After much smacking of the lips and sampling by the audience, Joy Devor, a mother of six, took the top prize — a $25,000 G.E. state-of-the-art kitchen, which the winner noted, she needed badly.
Here are a few others.
Evan Levy's Southwestern Potato Kugel
2 packages Manischewitz potato-pancake mix
3 tsps. chili spice
16 oz. diced green chilies (2 cans, drained)
30 oz. black beans (2 cans, drained)
2 cups shredded sharp cheddar cheese
6 Tbsps. vegetable oil
11 oz. canned corn
salt and pepper to taste
For the Toppings:
1 bunch fresh cilantro, chopped
1 jar mild salsa
Grease the bottom of a 9×13 glass baking dish with 2 tablespoons of oil.

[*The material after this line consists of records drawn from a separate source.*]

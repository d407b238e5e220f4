/**
 * IUPAC torsion angle A–B–C–D (IUPAC 1996, PAC 68, 2193, p. 2220; Klyne & Prelog 1960): looking along B→C,
 * positive when B–A turns clockwise by less than 180° to eclipse C–D. Range (−180, 180], ±180 → +180.
 */
import type { Vec3 } from '../model/molecule.js';
import { cross, dot, norm, perpendicular, sub, unit, DEG } from './vec3.js';

/** Below this length (Å) a projected bond is treated as lying on the axis: the torsion is undefined. */
export const COLLINEAR_EPS = 1e-6;

/**
 * Torsion A–B–C–D in radians, or `null` when A–B–C or B–C–D is collinear or B and C coincide.
 * Formula: docs/methods.md#torsion (b1 = unit(C−B); v, w = A−B, D−C projected ⊥ b1; τ = atan2((b1×v)·w, v·w)).
 */
export function torsionRad(a: Vec3, b: Vec3, c: Vec3, d: Vec3): number | null {
  const b1 = unit(sub(c, b));
  if (!b1) return null;
  const v = perpendicular(sub(a, b), b1);
  const w = perpendicular(sub(d, c), b1);
  if (norm(v) < COLLINEAR_EPS || norm(w) < COLLINEAR_EPS) return null;
  const t = Math.atan2(dot(cross(b1, v), w), dot(v, w));
  return t <= -Math.PI ? Math.PI : t;
}

/**
 * Torsion A–B–C–D in degrees, (−180, 180], or `null` when undefined (collinear atoms).
 * @example torsion([1,0,0],[0,0,0],[0,0,1],[0,1,1]) // 90
 */
export function torsion(a: Vec3, b: Vec3, c: Vec3, d: Vec3): number | null {
  const t = torsionRad(a, b, c, d);
  if (t === null) return null;
  const deg = t * DEG;
  return deg <= -180 ? 180 : deg;
}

Mix two boxes of Manischewitz potato-pancake mix according to directions. (Combine mix, 4 large eggs and 41/2 cups water in a large bowl.)
Add the drained chilies, corn, black beans and 11/4 cup cheese to mixture.
Pour potato mixture into baking dish. Drizzle 2 tablespoons of oil on top of the mixture.
Bake for 30 minutes at 425°.
After 30 minutes, sprinkle the remaining cheese on the kugel.
Bake for 15 minutes more.
Serve with the toppings.
Greg Fontenot's Chicken in Balsamic Cherry Sauce
6 chicken breasts, boned
salt and pepper
2 Tbsps. Manischewitz extra-virgin olive oil
1 cup thinly sliced onions
1/4 cup Manischewitz balsamic vinegar
1 cup New Manischewitz All-Natural Ready-to-Serve Chicken Broth
1/2 cup dry white wine
1 jar Manischewitz cherry preserves
flat-leaf parsley (garnish)
Pat chicken dry, and season with salt and pepper.
In a heavy skillet, heat the olive oil. Sauté seasoned chicken until browned, 12 to 15 minutes.
Remove chicken. Add onions to skillet and sauté until tender, 5 to 6 minutes.
Add the balsamic vinegar and reduce to just a couple of tablespoons.
Add the wine and broth, bring heat to high and reduce by half.
Add the cherry preserves, and cook for an additional 5 minutes until the sauce is thick.
Return chicken to the pan to heat through while spooning the sauce over the chicken.
Garnish with parsley, if using.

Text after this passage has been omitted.